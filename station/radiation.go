package station

import (
	"math"

	"slantwise/orbit/unit"
)

// Radiation is how much a sending antenna radiates along the axis of its main beam. It
// says nothing of side lobes, of the feed and its struts, of reflections (which may
// double the field) and of what people and equipment may be exposed to: that is for
// local limits and a licensed person.
type Radiation struct {
	Fed  unit.Level // what reaches the antenna
	EIRP unit.Level // on the axis, surface and blockage taken off

	// Of a dish whose diameter is known, else NaN.
	NearFieldEnd  unit.Length // D²/(4λ)
	FarFieldFrom  unit.Length // 2D²/λ
	NearFieldMost float64     // W/m², 4P/A: no more anywhere on the axis
}

// RadiationAt returns the radiation of an antenna's transmit side at a frequency. a is
// what Sending returned; ok is false where its gain is not known.
//
// On the axis of a uniformly lit circular aperture of area A fed with P the density
// is (4P/A) sin²(πD²/(8λR)) by Fresnel's integral (TestNearField), at most 4P/A, last so
// at R = D²/(4λ), and falls from there on to EIRP/(4πR²) at an efficiency of one. FCC
// OET Bulletin 65 (1997) has the same bound and extent; 2D²/λ is the far field's usual
// begin, IEEE Std 145 (both from memory).
func (a *Antenna) RadiationAt(f unit.Frequency) (r Radiation, ok bool) {
	gain, known := a.GainAt(f)
	if !known || a.Transmit == nil {
		return r, false
	}
	_, most := gain.bounds()
	if a.Gain == nil {
		most -= float64(SurfaceLoss(a.SurfaceRMS, f) + BlockageLoss(a.BlockageFraction))
	}
	for _, x := range a.ExtraLosses {
		most -= float64(x.Loss)
	}
	r.Fed = a.Transmit.Power.Minus(a.Transmit.LineLoss)
	r.EIRP = r.Fed.Plus(unit.DB(most))
	nan := math.NaN()
	r.NearFieldEnd, r.FarFieldFrom, r.NearFieldMost = unit.Length(nan), unit.Length(nan), nan
	if d := a.Diameter.Metres(); d > 0 {
		lambda := f.Wavelength().Metres()
		r.NearFieldEnd = unit.Length(d * d / (4 * lambda))
		r.FarFieldFrom = unit.Length(2 * d * d / lambda)
		r.NearFieldMost = 4 * r.Fed.Watts() / (math.Pi * d * d / 4)
	}
	return r, true
}

// DensityAt returns the power density in W/m² on the axis of the main beam at a distance
// greater than 0. Of a dish it is the bound 4P/A in the near field, from there to the far
// field that of a uniformly lit aperture, which is more than a real one has, and EIRP/(4πR²)
// beyond. Where the diameter is not known it is EIRP/(4πR²), which holds in the far field alone.
func (r *Radiation) DensityAt(distance unit.Length) float64 {
	d := distance.Metres()
	switch u := r.NearFieldEnd.Metres() / d; {
	case math.IsNaN(u) || distance >= r.FarFieldFrom:
		return r.EIRP.Watts() / (4 * math.Pi * d * d)
	case u >= 1:
		return r.NearFieldMost
	default:
		s := math.Sin(math.Pi / 2 * u)
		return r.NearFieldMost * s * s
	}
}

▸ **ASSIGNMENT**
What is needed is an exact copy of the lines above, from the one containing "most := gain.bounds()" through the one containing "r.FarFieldFrom = unit.Length(2", with nothing added.

▸ **OUTPUT FOR THIS EXERCISE**
	_, most := gain.bounds()
	if a.Gain == nil {
		most -= float64(SurfaceLoss(a.SurfaceRMS, f) + BlockageLoss(a.BlockageFraction))
	}
	for _, x := range a.ExtraLosses {
		most -= float64(x.Loss)
	}
	r.Fed = a.Transmit.Power.Minus(a.Transmit.LineLoss)
	r.EIRP = r.Fed.Plus(unit.DB(most))
	nan := math.NaN()
	r.NearFieldEnd, r.FarFieldFrom, r.NearFieldMost = unit.Length(nan), unit.Length(nan), nan
	if d := a.Diameter.Metres(); d > 0 {
		lambda := f.Wavelength().Metres()
		r.NearFieldEnd = unit.Length(d * d / (4 * lambda))
		r.FarFieldFrom = unit.Length(2 * d * d / lambda)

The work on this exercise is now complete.